INPUT MATERIAL
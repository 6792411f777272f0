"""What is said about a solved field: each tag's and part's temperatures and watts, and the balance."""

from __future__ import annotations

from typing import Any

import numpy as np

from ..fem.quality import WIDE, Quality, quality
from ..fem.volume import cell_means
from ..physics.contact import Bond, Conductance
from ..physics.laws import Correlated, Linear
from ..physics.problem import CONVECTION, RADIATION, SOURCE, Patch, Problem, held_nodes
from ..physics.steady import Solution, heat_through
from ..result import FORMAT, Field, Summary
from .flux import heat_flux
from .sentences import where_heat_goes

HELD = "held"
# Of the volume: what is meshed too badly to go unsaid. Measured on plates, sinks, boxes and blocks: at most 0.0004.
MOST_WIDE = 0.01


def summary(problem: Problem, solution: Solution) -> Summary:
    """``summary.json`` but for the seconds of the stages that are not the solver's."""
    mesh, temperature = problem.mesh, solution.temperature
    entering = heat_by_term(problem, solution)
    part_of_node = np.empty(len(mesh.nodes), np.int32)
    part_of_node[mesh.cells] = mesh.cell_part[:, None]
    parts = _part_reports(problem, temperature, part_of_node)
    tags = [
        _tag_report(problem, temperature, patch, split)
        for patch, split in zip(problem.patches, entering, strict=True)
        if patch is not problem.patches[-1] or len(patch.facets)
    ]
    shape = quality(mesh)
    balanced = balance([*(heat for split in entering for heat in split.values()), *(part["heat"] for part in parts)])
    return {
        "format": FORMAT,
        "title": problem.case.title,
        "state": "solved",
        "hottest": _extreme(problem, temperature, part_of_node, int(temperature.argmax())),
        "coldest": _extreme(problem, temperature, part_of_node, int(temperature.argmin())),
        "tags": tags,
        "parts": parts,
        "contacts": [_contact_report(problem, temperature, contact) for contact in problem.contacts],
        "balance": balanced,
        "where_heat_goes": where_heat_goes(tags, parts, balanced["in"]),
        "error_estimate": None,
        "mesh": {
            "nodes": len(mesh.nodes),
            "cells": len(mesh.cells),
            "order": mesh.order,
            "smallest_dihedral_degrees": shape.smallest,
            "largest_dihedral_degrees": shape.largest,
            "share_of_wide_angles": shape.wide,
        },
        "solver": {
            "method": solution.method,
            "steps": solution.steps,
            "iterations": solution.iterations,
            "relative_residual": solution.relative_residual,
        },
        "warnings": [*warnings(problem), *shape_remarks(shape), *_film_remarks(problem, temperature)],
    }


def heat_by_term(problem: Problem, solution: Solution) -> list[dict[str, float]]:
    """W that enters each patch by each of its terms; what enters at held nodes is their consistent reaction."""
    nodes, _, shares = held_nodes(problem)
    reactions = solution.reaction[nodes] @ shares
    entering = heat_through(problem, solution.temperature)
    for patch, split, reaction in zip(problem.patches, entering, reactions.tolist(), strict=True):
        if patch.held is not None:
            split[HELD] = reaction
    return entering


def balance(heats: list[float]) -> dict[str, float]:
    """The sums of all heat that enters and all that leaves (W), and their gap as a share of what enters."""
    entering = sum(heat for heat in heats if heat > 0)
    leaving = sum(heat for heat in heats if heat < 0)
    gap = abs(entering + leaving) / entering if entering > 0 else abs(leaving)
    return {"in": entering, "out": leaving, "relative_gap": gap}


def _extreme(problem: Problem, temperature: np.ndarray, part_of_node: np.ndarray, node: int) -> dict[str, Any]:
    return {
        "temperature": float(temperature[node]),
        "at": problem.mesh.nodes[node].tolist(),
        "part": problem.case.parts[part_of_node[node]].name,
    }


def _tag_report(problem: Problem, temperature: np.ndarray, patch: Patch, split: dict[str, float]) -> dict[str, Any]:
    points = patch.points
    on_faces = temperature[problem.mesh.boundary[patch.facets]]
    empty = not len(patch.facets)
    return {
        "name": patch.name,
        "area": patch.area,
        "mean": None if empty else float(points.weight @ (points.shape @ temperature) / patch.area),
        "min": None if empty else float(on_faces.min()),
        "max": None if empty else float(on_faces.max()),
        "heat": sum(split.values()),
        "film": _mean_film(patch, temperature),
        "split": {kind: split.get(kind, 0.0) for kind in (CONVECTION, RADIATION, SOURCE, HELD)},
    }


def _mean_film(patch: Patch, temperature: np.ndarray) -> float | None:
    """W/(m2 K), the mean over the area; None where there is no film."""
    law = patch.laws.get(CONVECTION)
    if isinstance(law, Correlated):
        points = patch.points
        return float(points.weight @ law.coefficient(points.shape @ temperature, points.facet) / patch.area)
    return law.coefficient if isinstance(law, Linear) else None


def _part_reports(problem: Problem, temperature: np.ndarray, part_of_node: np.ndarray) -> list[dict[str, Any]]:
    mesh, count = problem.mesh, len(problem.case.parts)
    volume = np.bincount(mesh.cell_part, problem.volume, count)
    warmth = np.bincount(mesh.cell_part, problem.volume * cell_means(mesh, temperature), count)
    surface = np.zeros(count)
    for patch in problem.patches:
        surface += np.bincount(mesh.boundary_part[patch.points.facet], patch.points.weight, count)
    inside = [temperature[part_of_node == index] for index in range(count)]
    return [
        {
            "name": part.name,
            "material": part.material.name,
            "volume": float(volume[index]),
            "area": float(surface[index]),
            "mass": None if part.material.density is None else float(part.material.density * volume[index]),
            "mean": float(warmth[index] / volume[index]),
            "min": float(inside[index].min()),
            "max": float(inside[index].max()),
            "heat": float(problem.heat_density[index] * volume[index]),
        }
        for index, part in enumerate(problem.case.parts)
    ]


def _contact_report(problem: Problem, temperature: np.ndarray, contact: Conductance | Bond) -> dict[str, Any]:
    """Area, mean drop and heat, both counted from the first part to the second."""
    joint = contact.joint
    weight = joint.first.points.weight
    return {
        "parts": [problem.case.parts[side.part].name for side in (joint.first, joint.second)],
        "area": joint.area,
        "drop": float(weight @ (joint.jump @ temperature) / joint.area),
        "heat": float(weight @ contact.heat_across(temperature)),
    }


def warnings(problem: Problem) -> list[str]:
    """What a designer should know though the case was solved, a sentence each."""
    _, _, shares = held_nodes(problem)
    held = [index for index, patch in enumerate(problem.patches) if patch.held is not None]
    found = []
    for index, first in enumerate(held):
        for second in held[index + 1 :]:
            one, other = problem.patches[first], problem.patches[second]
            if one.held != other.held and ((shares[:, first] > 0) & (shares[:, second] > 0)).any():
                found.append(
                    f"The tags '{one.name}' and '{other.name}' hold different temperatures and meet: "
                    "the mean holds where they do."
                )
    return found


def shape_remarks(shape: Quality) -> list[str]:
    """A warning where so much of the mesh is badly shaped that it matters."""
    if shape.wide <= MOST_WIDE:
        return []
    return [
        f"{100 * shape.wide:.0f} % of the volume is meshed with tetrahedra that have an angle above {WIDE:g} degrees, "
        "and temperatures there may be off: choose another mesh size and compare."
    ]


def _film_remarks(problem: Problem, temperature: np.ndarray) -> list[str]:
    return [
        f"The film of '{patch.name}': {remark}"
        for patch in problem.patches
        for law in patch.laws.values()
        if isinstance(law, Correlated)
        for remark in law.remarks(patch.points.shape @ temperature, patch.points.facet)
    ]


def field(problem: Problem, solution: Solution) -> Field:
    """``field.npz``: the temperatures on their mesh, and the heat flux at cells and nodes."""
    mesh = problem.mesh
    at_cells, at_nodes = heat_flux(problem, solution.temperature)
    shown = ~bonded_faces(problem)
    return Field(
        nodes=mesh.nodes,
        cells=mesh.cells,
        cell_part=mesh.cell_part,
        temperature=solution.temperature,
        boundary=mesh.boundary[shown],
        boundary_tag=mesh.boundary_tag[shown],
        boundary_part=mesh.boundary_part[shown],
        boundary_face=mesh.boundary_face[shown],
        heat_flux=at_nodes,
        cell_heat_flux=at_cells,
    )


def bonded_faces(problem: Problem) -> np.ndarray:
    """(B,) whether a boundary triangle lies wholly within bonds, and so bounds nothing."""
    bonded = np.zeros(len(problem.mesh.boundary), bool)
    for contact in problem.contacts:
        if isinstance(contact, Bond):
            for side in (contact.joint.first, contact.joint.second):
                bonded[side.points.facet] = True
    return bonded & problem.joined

TASK DESCRIPTION
What lines in the material include the string "tolist"? Pull each one out.

PROBLEM SOLUTION
    for patch, split, reaction in zip(problem.patches, entering, reactions.tolist(), strict=True):
        "at": problem.mesh.nodes[node].tolist(),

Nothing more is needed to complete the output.